Size of litter Uncorrected Expected Corrected Expected
1  0.25      -------
2 0.50 1.143
3   0.75    1.297 
4 1.00 1.463
5 1.25 1.640
6 1.50 1.825
7 1.75 2.020
8 2.00 2.222
9 2.25 2.433
10 2.50 2.515
11 2.75 2.871
12 3.00 3.098

You see how much bigger the difference is between corrected and uncorrected for small litter sizes.  That's because you really don't expect to get zero recessives in a litter of twelve, if it was a carrier-carrier cross.  But it could happen, which is why there is a correction.

Let's see how this works.  Suppose you have data on four litters of puppies in which a severe type of muscular dystrophy has occurred.  The litters show these phenotypic distributions:

    Litter 1 -- three normal, two muscular dystrophy

    Litter 2 -- one normal, two dystrophy

    Litter 3 -- two normal, two dystrophy

    Litter 4 -- three normal, two dystrophy. 

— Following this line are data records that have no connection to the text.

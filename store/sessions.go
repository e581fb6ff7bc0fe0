package store

import (
	"context"
	"crypto/rand"
	"crypto/sha256"
	"encoding/base64"
	"time"

	"github.com/jackc/pgx/v5"

	"github.com/rotorwright/rotorwright/fleet"
)

// BoardSession is a signed-in board session as recorded (never its token).
type BoardSession struct {
	ID        string    `json:"id"`
	APIKeyID  string    `json:"api_key_id"`
	ExpiresAt time.Time `json:"expires_at"`
}

// CreateSession opens a board session for a live key, lasting ttl, and
// returns its token (for the cookie; only its hash is stored).
func (db *DB) CreateSession(ctx context.Context, keyID string, ttl time.Duration) (token string, s *BoardSession, err error) {
	secret := make([]byte, 32)
	if _, err := rand.Read(secret); err != nil {
		return "", nil, err
	}
	token = base64.RawURLEncoding.EncodeToString(secret)
	sum := sha256.Sum256([]byte(token))
	s = &BoardSession{ID: newID(), APIKeyID: keyID, ExpiresAt: db.now().Add(ttl).UTC().Truncate(time.Microsecond)}
	err = db.inTx(ctx, func(tx pgx.Tx) error {
		if _, err := tx.Exec(ctx, `
			INSERT INTO board_sessions (id, token_sha256, api_key_id, expires_at) VALUES ($1, $2, $3, $4)`,
			s.ID, sum[:], keyID, s.ExpiresAt); err != nil {
			return err
		}
		return audit(ctx, tx, "board_session", s.ID, nil, s)
	})
	if err != nil {
		return "", nil, err
	}
	return token, s, nil
}

// SessionKey returns the key behind a live session token: not ended, not
// expired, and its key not revoked (so revoking a key ends its sessions).
func (db *DB) SessionKey(ctx context.Context, token string) (*fleet.APIKey, *BoardSession, error) {
	sum := sha256.Sum256([]byte(token))
	var k fleet.APIKey
	var s BoardSession
	err := db.pool.QueryRow(ctx, `
		SELECT k.id, k.name, k.role, k.created_at, s.id, s.expires_at
		FROM board_sessions s JOIN api_keys k ON k.id = s.api_key_id
		WHERE s.token_sha256 = $1 AND s.ended_at IS NULL AND s.expires_at > now() AND k.revoked_at IS NULL`, sum[:]).
		Scan(&k.ID, &k.Name, &k.Role, &k.CreatedAt, &s.ID, &s.ExpiresAt)
	if err == pgx.ErrNoRows {
		return nil, nil, fleet.Errorf(fleet.EUNAUTHORIZED, "no live session: sign in again")
	} else if err != nil {
		return nil, nil, translate(err)
	}
	s.APIKeyID = k.ID
	return &k, &s, nil
}

// EndSession ends the session of a token (sign-out). Ending an unknown or
// already ended session is not an error: the outcome is the same.
func (db *DB) EndSession(ctx context.Context, token string) error {
	sum := sha256.Sum256([]byte(token))
	return db.inTx(ctx, func(tx pgx.Tx) error {
		var s BoardSession
		err := tx.QueryRow(ctx, `
			UPDATE board_sessions SET ended_at = now() WHERE token_sha256 = $1 AND ended_at IS NULL
			RETURNING id, api_key_id, expires_at`, sum[:]).Scan(&s.ID, &s.APIKeyID, &s.ExpiresAt)
		if err == pgx.ErrNoRows {
			return nil
		} else if err != nil {
			return err
		}
		return audit(ctx, tx, "board_session", s.ID, s, nil)
	})
}

// PurgeSessions deletes up to limit board sessions that can no longer be
// used (expired, ended, or of a revoked key), longest expired first, each
// with its audit row, and returns how many went. The limit keeps one run
// short however many have piled up; the scheduled job comes back each tick.
// Sessions another transaction holds are left for the next run.
func (db *DB) PurgeSessions(ctx context.Context, limit int) (int, error) {
	n := 0
	err := db.inTx(ctx, func(tx pgx.Tx) error {
		n = 0
		rows, err := tx.Query(ctx, `
			DELETE FROM board_sessions WHERE id IN (
				SELECT s.id FROM board_sessions s JOIN api_keys k ON k.id = s.api_key_id
				WHERE s.ended_at IS NOT NULL OR s.expires_at <= $1 OR k.revoked_at IS NOT NULL
				ORDER BY s.expires_at, s.id LIMIT $2 FOR UPDATE OF s SKIP LOCKED)
			RETURNING id, api_key_id, expires_at`, db.now(), limit)
		if err != nil {
			return err
		}
		gone, err := collect(rows, func(r pgx.Row) (BoardSession, error) {
			var s BoardSession
			return s, r.Scan(&s.ID, &s.APIKeyID, &s.ExpiresAt)
		})
		if err != nil {
			return err
		}
		for _, s := range gone {
			if err := audit(ctx, tx, "board_session", s.ID, s, nil); err != nil {
				return err
			}
		}
		n = len(gone)
		return nil
	})
	return n, translate(err)
}
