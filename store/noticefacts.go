package store

import (
	"context"
	"time"

	"github.com/jackc/pgx/v5"

	"github.com/rotorwright/rotorwright/fleet"
)

// NoticeSubject is a subject notices may apply to.
type NoticeSubject struct {
	Kind       string // airframe or part
	ID         string
	Name       string // tail code or serial
	PartKind   fleet.PartKind
	AirframeID *string // the airframe a part is fitted to at the moment asked
}

// NoticeRecord is a work record naming a notice, for one subject.
type NoticeRecord struct {
	NoticeID, SubjectID, WorkRecordID string
	At                                time.Time
}

// NoticeFacts is what the compliance computation reads: the subjects in
// scope, the register's history behind applicability, the records naming
// the notices and the not-applicable decisions.
type NoticeFacts struct {
	Subjects  []NoticeSubject
	Register  *fleet.RegisterFacts
	Records   []NoticeRecord
	Decisions map[string]*NoticeDecision // by notice id + "/" + subject id
}

// NoticeScope is where compliance is computed: one airframe (its own record
// and the parts fitted at At, plus Packs) or, with AirframeID empty, the
// whole fleet.
type NoticeScope struct {
	AirframeID string
	Packs      []string
	At         time.Time
}

// LoadNoticeFacts loads the facts for the notices within a scope, in a few
// queries: only the part kinds the notices name are read.
func (db *DB) LoadNoticeFacts(ctx context.Context, notices []*fleet.Notice, sc NoticeScope) (*NoticeFacts, error) {
	nf := &NoticeFacts{Register: &fleet.RegisterFacts{AirframeModel: map[string]string{}, PartKind: map[string]fleet.PartKind{},
		PartNumber: map[string]string{}, Software: map[string][]fleet.SoftwareSpan{}}, Decisions: map[string]*NoticeDecision{}}
	if len(notices) == 0 {
		return nf, nil
	}
	var subjectKinds, swKinds, noticeIDs []string
	airframes := false
	for _, n := range notices {
		noticeIDs = append(noticeIDs, n.ID)
		if kind, pk := n.Applicability.Subjects(); kind == "airframe" {
			airframes = true
		} else {
			subjectKinds = append(subjectKinds, string(pk))
		}
		for _, r := range n.Applicability.Software {
			swKinds = append(swKinds, string(r.PartKind))
		}
	}
	af := nilIfEmpty(sc.AirframeID)
	tx, err := db.pool.BeginTx(ctx, pgx.TxOptions{IsoLevel: pgx.RepeatableRead, AccessMode: pgx.ReadOnly})
	if err != nil {
		return nil, translate(err)
	}
	defer tx.Rollback(ctx)
	// Subjects: airframes, and parts of the kinds named (those fitted to the
	// airframe at the moment, or all not retired in the fleet).
	rows, err := tx.Query(ctx, `
		SELECT 'airframe', a.id, a.code, '', a.id FROM airframes a
		WHERE $1 AND a.retired_at IS NULL AND ($2::uuid IS NULL OR a.id = $2)
		UNION ALL
		SELECT 'part', p.id, p.serial, p.kind, f.airframe_id FROM parts p
		LEFT JOIN fits f ON f.part_id = p.id AND f.during @> $4::timestamptz
		WHERE p.kind = ANY($3) AND p.status <> 'retired'
		  AND ($2::uuid IS NULL OR f.airframe_id = $2 OR p.id = ANY($5::uuid[]))`,
		airframes, af, subjectKinds, sc.At, sc.Packs)
	if err != nil {
		return nil, translate(err)
	}
	if nf.Subjects, err = collect(rows, func(r pgx.Row) (NoticeSubject, error) {
		var s NoticeSubject
		return s, r.Scan(&s.Kind, &s.ID, &s.Name, &s.PartKind, &s.AirframeID)
	}); err != nil {
		return nil, err
	}
	var partIDs []string
	for _, s := range nf.Subjects {
		if s.Kind == "part" {
			partIDs = append(partIDs, s.ID)
		}
	}
	// Fits: every stay of the subject parts, and the stays of software kinds
	// on the airframes in scope and those the subject parts visited.
	rows, err = tx.Query(ctx, `
		WITH visited AS (
			SELECT airframe_id FROM fits WHERE part_id = ANY($1::uuid[])
			UNION SELECT $2::uuid WHERE $2::uuid IS NOT NULL)
		SELECT f.part_id, f.airframe_id, f.kind, lower(f.during), upper(f.during) FROM fits f
		WHERE f.part_id = ANY($1::uuid[])
		   OR (f.kind = ANY($3) AND ($2::uuid IS NULL OR f.airframe_id IN (SELECT airframe_id FROM visited)))`,
		partIDs, af, swKinds)
	if err != nil {
		return nil, translate(err)
	}
	fits, err := collect(rows, func(r pgx.Row) (fleet.FitSpan, error) {
		var f fleet.FitSpan
		var from time.Time
		err := r.Scan(&f.PartID, &f.AirframeID, &f.Kind, &from, &f.To)
		f.From = &from
		return f, err
	})
	if err != nil {
		return nil, err
	}
	nf.Register.Fits = fits
	parts := map[string]bool{}
	for _, id := range partIDs {
		parts[id] = true
	}
	for _, f := range fits {
		parts[f.PartID] = true
	}
	ids := make([]string, 0, len(parts))
	for id := range parts {
		ids = append(ids, id)
	}
	rows, err = tx.Query(ctx, `SELECT id, kind, part_number FROM parts WHERE id = ANY($1::uuid[])`, ids)
	if err != nil {
		return nil, translate(err)
	}
	for rows.Next() {
		var id, pn string
		var k fleet.PartKind
		if err := rows.Scan(&id, &k, &pn); err != nil {
			rows.Close()
			return nil, translate(err)
		}
		nf.Register.PartKind[id], nf.Register.PartNumber[id] = k, pn
	}
	rows.Close()
	rows, err = tx.Query(ctx, `SELECT part_id, version, lower(during), upper(during) FROM part_software WHERE part_id = ANY($1::uuid[])`, ids)
	if err != nil {
		return nil, translate(err)
	}
	for rows.Next() {
		var id string
		var s fleet.SoftwareSpan
		if err := rows.Scan(&id, &s.Version, &s.From, &s.To); err != nil {
			rows.Close()
			return nil, translate(err)
		}
		nf.Register.Software[id] = append(nf.Register.Software[id], s)
	}
	rows.Close()
	rows, err = tx.Query(ctx, `SELECT id, model FROM airframes`)
	if err != nil {
		return nil, translate(err)
	}
	for rows.Next() {
		var id, model string
		if err := rows.Scan(&id, &model); err != nil {
			rows.Close()
			return nil, translate(err)
		}
		nf.Register.AirframeModel[id] = model
	}
	rows.Close()
	// Records naming the notices (a record a later one corrects no longer
	// counts) and the decisions.
	rows, err = tx.Query(ctx, `
		SELECT w.notice_id, coalesce(w.part_id, w.airframe_id), w.id, w.at FROM work_records w
		WHERE w.notice_id = ANY($1::uuid[]) AND w.at <= $2
		  AND NOT EXISTS (SELECT 1 FROM work_records c WHERE c.corrects_id = w.id AND c.at <= $2)
		UNION ALL
		SELECT w.notice_id, w.airframe_id, w.id, w.at FROM work_records w
		WHERE w.notice_id = ANY($1::uuid[]) AND w.at <= $2 AND w.part_id IS NOT NULL AND w.airframe_id IS NOT NULL
		  AND NOT EXISTS (SELECT 1 FROM work_records c WHERE c.corrects_id = w.id AND c.at <= $2)
		ORDER BY 4`, noticeIDs, sc.At)
	if err != nil {
		return nil, translate(err)
	}
	if nf.Records, err = collect(rows, func(r pgx.Row) (NoticeRecord, error) {
		var x NoticeRecord
		return x, r.Scan(&x.NoticeID, &x.SubjectID, &x.WorkRecordID, &x.At)
	}); err != nil {
		return nil, err
	}
	rows, err = tx.Query(ctx, `
		SELECT notice_id, subject_kind, subject_id, reason, decided_by, decided_at FROM notice_decisions
		WHERE notice_id = ANY($1::uuid[]) AND decided_at <= $2`, noticeIDs, sc.At)
	if err != nil {
		return nil, translate(err)
	}
	ds, err := collect(rows, func(r pgx.Row) (*NoticeDecision, error) {
		var d NoticeDecision
		return &d, r.Scan(&d.NoticeID, &d.SubjectKind, &d.SubjectID, &d.Reason, &d.DecidedBy, &d.DecidedAt)
	})
	if err != nil {
		return nil, err
	}
	for _, d := range ds {
		nf.Decisions[d.NoticeID+"/"+d.SubjectID] = d
	}
	return nf, tx.Commit(ctx)
}

// SubjectUse is a subject's flight hours and flights over [from, to), and
// over the window before to for daily rates: an airframe's flights, a
// fitted part's flights while fitted, a pack's flights.
func (db *DB) SubjectUse(ctx context.Context, s NoticeSubject, from, to time.Time, window time.Duration) (fleet.NoticeUse, error) {
	var u fleet.NoticeUse
	var q string
	switch {
	case s.Kind == "airframe":
		q = `SELECT fl.takeoff_at, extract(epoch FROM fl.landing_at - fl.takeoff_at) / 3600 FROM flights fl
			WHERE fl.airframe_id = $1 AND fl.takeoff_at >= least($2::timestamptz, $4::timestamptz) AND fl.takeoff_at < $3`
	case s.PartKind == fleet.KindPack:
		q = `SELECT fl.takeoff_at, extract(epoch FROM fl.landing_at - fl.takeoff_at) / 3600
			FROM flight_packs fp JOIN flights fl ON fl.id = fp.flight_id
			WHERE fp.part_id = $1 AND fl.takeoff_at >= least($2::timestamptz, $4::timestamptz) AND fl.takeoff_at < $3`
	default:
		q = `SELECT fl.takeoff_at, extract(epoch FROM fl.landing_at - fl.takeoff_at) / 3600
			FROM fits f JOIN flights fl ON ` + fitAtTakeoff + `
			WHERE f.part_id = $1 AND fl.takeoff_at >= least($2::timestamptz, $4::timestamptz) AND fl.takeoff_at < $3`
	}
	recentFrom := to.Add(-window)
	rows, err := db.pool.Query(ctx, q, s.ID, from, to, recentFrom)
	if err != nil {
		return u, translate(err)
	}
	defer rows.Close()
	var rh, rf float64
	for rows.Next() {
		var at time.Time
		var h float64
		if err := rows.Scan(&at, &h); err != nil {
			return u, translate(err)
		}
		if !at.Before(from) {
			u.Hours, u.Flights = u.Hours+h, u.Flights+1
		}
		if !at.Before(recentFrom) {
			rh, rf = rh+h, rf+1
		}
	}
	days := window.Hours() / 24
	u.RecentHoursPerDay, u.RecentFlightsPerDay = rh/days, rf/days
	return u, translate(rows.Err())
}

You suspect this condition is a simple one-gene autosomal recessive.  You have a total of 9 normal : 8 dystrophy.  This is clearly not the three-to-one ratio expected for an autosomal recessive -- it fact, it looks a lot more like a 1 : 1 ratio.  If you do a normal chi-square test on these data, here's what you will get::

Phenotypes Observed (O) Expected (E) Difference (d)          d2      d2 / E
Normal         9           12.75           3.75        14.06      1.10
Dystrophy         8             4.25           3.75        14.06      3.31
Total       17            4.41

This chi-square number, if you check the table, is too high to confirm your hypothesis of autosomal recessive inheritance.  It looks like your first guess was wrong.  However, if you remember that you should correct for the possibility that you missed litters in which, by chance, no affected puppies appeared, you will apply the above correction factors for each litter::

Litter Affected, Observed Affected, Expected (uncorrected) Affected, Expected (corrected)
Litter one (five pups) 2           1.25       1.640
Litter two (three pups) 2           0.75       1.297
Litter three (four pups) 2           1.00       1.463
Litter four (five pups) 2



Total 8           4.25       6.040

Notice how the corrected expected proportion is now closer to the observed proportion of affected puppies:  that's what you would anticipate, if you were under-counting normal puppies.  Let's take this corrected proportion and do the same chi-square test.  We'll get the corrected expected proportion of normal puppies by subtracting the corrected dystrophy proportion from the total number of 17 puppies (17 - 6.04 = 10.96) and then go on as before:

Phenotypes Observed (O) Expected (E) Difference (d)          d2      d2 / E
Normal         9           10.96           1.96        3.84      0.35
Dystrophy         8             6.04           1.96        3.84      0.64
Total       17            0.98

There, wasn't that simple?  And now our chi-square number, 0.98, is much smaller.  This result now shows no difference between expected and observed:  our hypothesis is now, corrected, supported by our data.  This doesn't mean that it is true, but it means that it could be true.  There are other things you as a breeder could now do to establish that this really is a single-gene recessive trait.